The opening of the press on November 14 2003 marks the culmination of almost two years of work by Freedom House. The press ... was funded by the U.S. State Department's Bureau of Democracy, Human Rights & Labor. The Open Society Institute and the Royal Ministry of Foreign Affairs of Norway provided additional support.


The Media Support Center Foundation, a Kyrgyz non-profit organization, will operate the printing house. A broad-based Board of Directors, chaired by U.S. Senator John McCain (R-AZ), directs the foundation. ...


Why would the State Department fund a foreign printing press if there was no U.S. objective involved? Freedom House itself kicked in money for the MSCF effort — at least $39,000, according to its Form 990 filing with the IRS for the fiscal year ended June 30, 2005 (the most recent year for which such figures are available).

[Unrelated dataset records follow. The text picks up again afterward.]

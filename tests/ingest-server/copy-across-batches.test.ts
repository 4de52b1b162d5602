/**
 * New tag hours go into PostgreSQL through one COPY kept open across the batches of a read
 * (TagHourCopy in src/server/services/ingest-write.ts). A read that fails after batches went into
 * that COPY must leave nothing of the file (the COPY stopped, the transaction rolled back) and a free
 * connection: the next file of the site reads as usual. And a file of many batches stores every hour.
 */
import { Readable } from 'node:stream';
import { eq, sql } from 'drizzle-orm';
import { beforeAll, expect, it } from 'vitest';
import { db } from '~/server/db/client';
import { sites, tagHourUploads, tags, uploads } from '~/server/db/schema';
import { ingestUpload } from '~/server/services/ingest';
import { receiveApiUpload } from '~/server/services/uploads';
import { describeIntegration } from '../support/integration';

const TAGS = 40;
const HOURS = 300;

/** Ten-minute rows of 40 tags over 300 hours: 12,000 tag hours, more than two writer batches of 5,000. */
function exportText(tail = ''): Buffer {
  const lines = ['Timestamp,' + Array.from({ length: TAGS }, (_, j) => `CP-${j}`).join(',')];
  const start = Date.UTC(2026, 2, 1);
  for (let i = 0; i < HOURS * 6; i++) {
    const t = new Date(start + i * 600_000).toISOString().slice(0, 19).replace('T', ' ');
    lines.push(`${t},${Array.from({ length: TAGS }, (_, j) => (20 + j + Math.cos(i / 9 + j)).toFixed(2)).join(',')}`);
  }
  return Buffer.from(lines.join('\n') + '\n' + tail);
}

let siteId: string;

/** A machine upload without a Content-Length (read by the worker's path, not while uploading), then read. */
async function upload(name: string, body: Buffer) {
  const { uploadId } = await receiveApiUpload(siteId, name, Readable.from([body]), {});
  const outcome = await ingestUpload(uploadId);
  const [row] = await db().select().from(uploads).where(eq(uploads.id, uploadId));
  return { uploadId, outcome, row: row! };
}

async function storedHours(): Promise<number> {
  const res = await db().execute<{ n: string }>(sql`select count(*)::text as n from tag_hours th join tags t on t.seq = th.tag_id where t.site_id = ${siteId}`);
  return Number(res.rows[0]!.n);
}

describeIntegration('tag hours through one COPY across batches', () => {
  beforeAll(async () => {
    const [s] = await db().insert(sites).values({ name: `COPY test site ${Date.now()}`, timeZone: 'UTC' }).returning();
    siteId = s!.id;
  });

  it('a read that fails after batches went into the open COPY leaves no tag hour and a free connection', async () => {
    // The file's last line opens a quote that never closes: found at the end, after 10,000 tag hours were written.
    const broken = await upload('broken.csv', exportText('2026-03-13 12:00:00,"1.0\n'));
    expect(broken.outcome.kind).toBe('failed');
    expect(broken.row.status).toBe('failed');
    expect(broken.row.summary).toMatchObject({ code: 'UNTERMINATED_QUOTE' });
    expect(await storedHours()).toBe(0);
    expect(await db().select().from(tagHourUploads).where(eq(tagHourUploads.uploadId, broken.uploadId))).toHaveLength(0);

    // Text from the 101st hour on: the hours before went into the COPY, and at the end the file is
    // judged mostly unreadable (two thirds of its values are no numbers), so nothing of it may stay.
    const lines = exportText().toString().trimEnd().split('\n');
    for (let i = 601; i < lines.length; i++) lines[i] = lines[i]!.replace(/,.*$/, ',n/a'.repeat(TAGS));
    const refused = await upload('mostly-text.csv', Buffer.from(lines.join('\n') + '\n'));
    expect(refused.row.status).toBe('failed');
    expect(refused.row.summary).toMatchObject({ code: 'MOSTLY_REJECTED' });
    expect(await storedHours()).toBe(0);
  }, 60_000);

  it('a file of several batches stores every tag hour once, and which tags it brought', async () => {
    const good = await upload('good.csv', exportText());
    expect(good.row.status).toBe('done');
    expect(await storedHours()).toBe(TAGS * HOURS);
    const brought = await db().select().from(tagHourUploads).where(eq(tagHourUploads.uploadId, good.uploadId));
    expect(brought).toHaveLength(TAGS);
    for (const b of brought) expect(b.lastHour.getTime() - b.firstHour.getTime()).toBe((HOURS - 1) * 3_600_000);
    const named = await db().select().from(tags).where(eq(tags.siteId, siteId));
    expect(named).toHaveLength(TAGS);
  }, 60_000);
});
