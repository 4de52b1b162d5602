/**
 * A browser upload is hashed while it is read (one download of the stored file, not two), and a
 * repeat of an earlier upload is still told as such: before the commit when the file is read, before
 * the question when its layout must be asked. Runs the real worker handlers on PostgreSQL and the
 * object store.
 */
import { createHash } from 'node:crypto';
import { Readable } from 'node:stream';
import { and, eq, sql } from 'drizzle-orm';
import { afterEach, beforeAll, expect, it } from 'vitest';
import { db } from '~/server/db/client';
import { sites, tagHours, tags, uploads, user } from '~/server/db/schema';
import { queue } from '~/server/queue';
import { completeBrowserUpload, createBrowserUpload, receiveApiUpload } from '~/server/services/uploads';
import { s3 } from '~/server/storage';
import { registerHandlers } from '~/worker/handlers';
import { describeIntegration } from '../support/integration';

const sha = (b: Buffer) => createHash('sha256').update(b).digest('hex');
const FINAL = ['done', 'read-with-problems', 'failed', 'needs-review'];
let siteId: string;
let userId: string;

/** A one-minute wide export of two tags: `rows` minutes from `startIso`. */
function wideFile(startIso: string, rows: number, value: (i: number) => string, header = 'Time,BH.PT-1,BH.TT-1') {
  const t0 = Date.parse(startIso);
  const lines = [header, ',barg,degC'];
  for (let i = 0; i < rows; i++) lines.push(`${new Date(t0 + i * 60_000).toISOString().slice(0, 19).replace('T', ' ')},${value(i)},${value(i + 3)}`);
  return Buffer.from(lines.join('\n') + '\n');
}

/** Record, presigned PUT straight into the store, complete: as the uploads page does. */
async function browserPut(name: string, body: Buffer, declared?: string) {
  const c = await createBrowserUpload(siteId, { fileName: name, sizeBytes: body.length, contentType: 'text/csv', sha256: declared }, userId);
  expect((await fetch(c.url, { method: 'PUT', body: new Uint8Array(body), headers: c.headers })).status).toBe(200);
  return c;
}

async function waitFor(uploadId: string, timeoutMs = 30_000) {
  const t0 = Date.now();
  for (;;) {
    const [u] = await db().select().from(uploads).where(eq(uploads.id, uploadId));
    if (u && FINAL.includes(u.status)) return u;
    if (Date.now() - t0 > timeoutMs) throw new Error(`upload ${uploadId} stayed ${u?.status}`);
    await new Promise((r) => setTimeout(r, 100));
  }
}

/** Counts whole-object GETs (no Range: the layout's look at the head is not a download) per key. */
function countDownloads() {
  const counts = new Map<string, number>();
  s3().middlewareStack.add(
    (next, context) => async (args) => {
      const input = args.input as { Key?: string; Range?: string };
      if (context.commandName === 'GetObjectCommand' && input.Key && !input.Range) counts.set(input.Key, (counts.get(input.Key) ?? 0) + 1);
      return next(args);
    },
    { step: 'initialize', name: 'countDownloads' },
  );
  return counts;
}

async function hourCount(tagName: string, dayIso: string) {
  const [t] = await db().select().from(tags).where(and(eq(tags.siteId, siteId), eq(tags.name, tagName)));
  if (!t) return 0;
  const rows = await db().select().from(tagHours).where(eq(tagHours.tagId, t.seq));
  return rows.filter((h) => h.hourStart.toISOString().startsWith(dayIso)).length;
}

describeIntegration('browser uploads: hashed during the read, repeats told before the commit', () => {
  beforeAll(async () => {
    const [s] = await db().insert(sites).values({ name: `Browser hash site ${Date.now()}`, timeZone: 'UTC' }).returning();
    siteId = s!.id;
    const [u] = await db().select().from(user).where(eq(user.email, 'operator@demo.lossline.test'));
    userId = u!.id;
    await registerHandlers(await queue());
    // The site's layout: a machine file of this shape decides it and saves it.
    const first = await receiveApiUpload(siteId, 'first.csv', Readable.from([wideFile('2026-05-01T00:00:00Z', 120, (i) => String(40 + (i % 7) / 10))]), {});
    expect((await waitFor(first.uploadId)).status).toBe('done');
  });
  afterEach(() => {
    s3().middlewareStack.remove('countDownloads');
  });

  it('a browser upload of a known layout is downloaded once, and its hash is the hash of its bytes', async () => {
    const body = wideFile('2026-05-02T00:00:00Z', 180, (i) => String(50 + (i % 11) / 10));
    const downloads = countDownloads();
    const c = await browserPut('second.csv', body, sha(body));
    await completeBrowserUpload(c.uploadId);
    const u = await waitFor(c.uploadId);
    expect(u.status).toBe('done');
    expect(u.sha256).toBe(sha(body));
    expect(u.duplicateOf).toBeNull();
    expect(downloads.get(c.objectKey)).toBe(1);
    expect(await hourCount('BH.PT-1', '2026-05-02')).toBe(3);
  });

  it('two browser copies of the same bytes completed together: one is read, the other stands aside for it', async () => {
    const body = wideFile('2026-05-03T00:00:00Z', 120, (i) => String(60 + (i % 5) / 10));
    const a = await browserPut('third.csv', body);
    const b = await browserPut('third (copy).csv', body);
    await Promise.all([completeBrowserUpload(a.uploadId), completeBrowserUpload(b.uploadId)]);
    const [ua, ub] = await Promise.all([waitFor(a.uploadId), waitFor(b.uploadId)]);
    const read = [ua, ub].filter((u) => u.duplicateOf === null);
    const aside = [ua, ub].filter((u) => u.duplicateOf !== null);
    expect(read.length).toBe(1);
    expect(aside.length).toBe(1);
    expect(aside[0]!.duplicateOf).toBe(read[0]!.id);
    expect(aside[0]!.status).toBe('done');
    expect(aside[0]!.sha256).toBe(sha(body));
    expect(read[0]!.sha256).toBe(sha(body));
    expect(read[0]!.summary?.replacedHours).toBe(0);
    expect(await hourCount('BH.PT-1', '2026-05-03')).toBe(2);
    // The hours carry the one upload that was read.
    const [t] = await db().select().from(tags).where(and(eq(tags.siteId, siteId), eq(tags.name, 'BH.PT-1')));
    const counted = await db().execute<{ n: number }>(
      sql`select count(distinct upload_id)::int as n from tag_hour_uploads where tag_id = ${t!.seq} and first_hour <= '2026-05-03T23:00Z' and last_hour >= '2026-05-03T00:00Z'`,
    );
    expect(counted.rows[0]?.n).toBe(1);
  });

  it('a repeat of a browser upload still waiting for its layout answer stands aside instead of asking again', async () => {
    // A new shape (another header): the site has no layout for it, so a browser upload asks.
    const body = wideFile('2026-05-04T00:00:00Z', 60, (i) => String(70 + (i % 3) / 10), 'Stamp,BH.PT-1,BH.TT-1');
    const first = await browserPut('new-shape.csv', body);
    await completeBrowserUpload(first.uploadId);
    const asked = await waitFor(first.uploadId);
    expect(asked.status).toBe('needs-review');
    expect(asked.sha256).toBe(sha(body));
    const again = await browserPut('new-shape (copy).csv', body);
    await completeBrowserUpload(again.uploadId);
    const u = await waitFor(again.uploadId);
    expect(u.status).toBe('done');
    expect(u.duplicateOf).toBe(first.uploadId);
    expect(await hourCount('BH.PT-1', '2026-05-04')).toBe(0);
  });
});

Lest you think I've run out of 'p's, given John McCain's oft-stated position on earmarks and pork, I think we have to conclude that setting up a printing press in Kyrgyzstan can't possibly be considered PORK.


But think about this.


If the Russian or Chinese governments set up a state-funded printing press in the U.S. and started printing newspapers that stirred up the populace against the existing government, how would that be characterized?


Freedom House is technically a nonprofit, though of a special brand funded almost entirely by government money. And its MSCF project was chaired by a sitting U.S. Senator — the face of the U.S. government.

It would seem that not only did George W. Bush provide little direction to the executive agencies under his jurisdiction, but a significant number of foreign policy initiatives seem to have been undertaken by members of Congress and non-governmental organizations.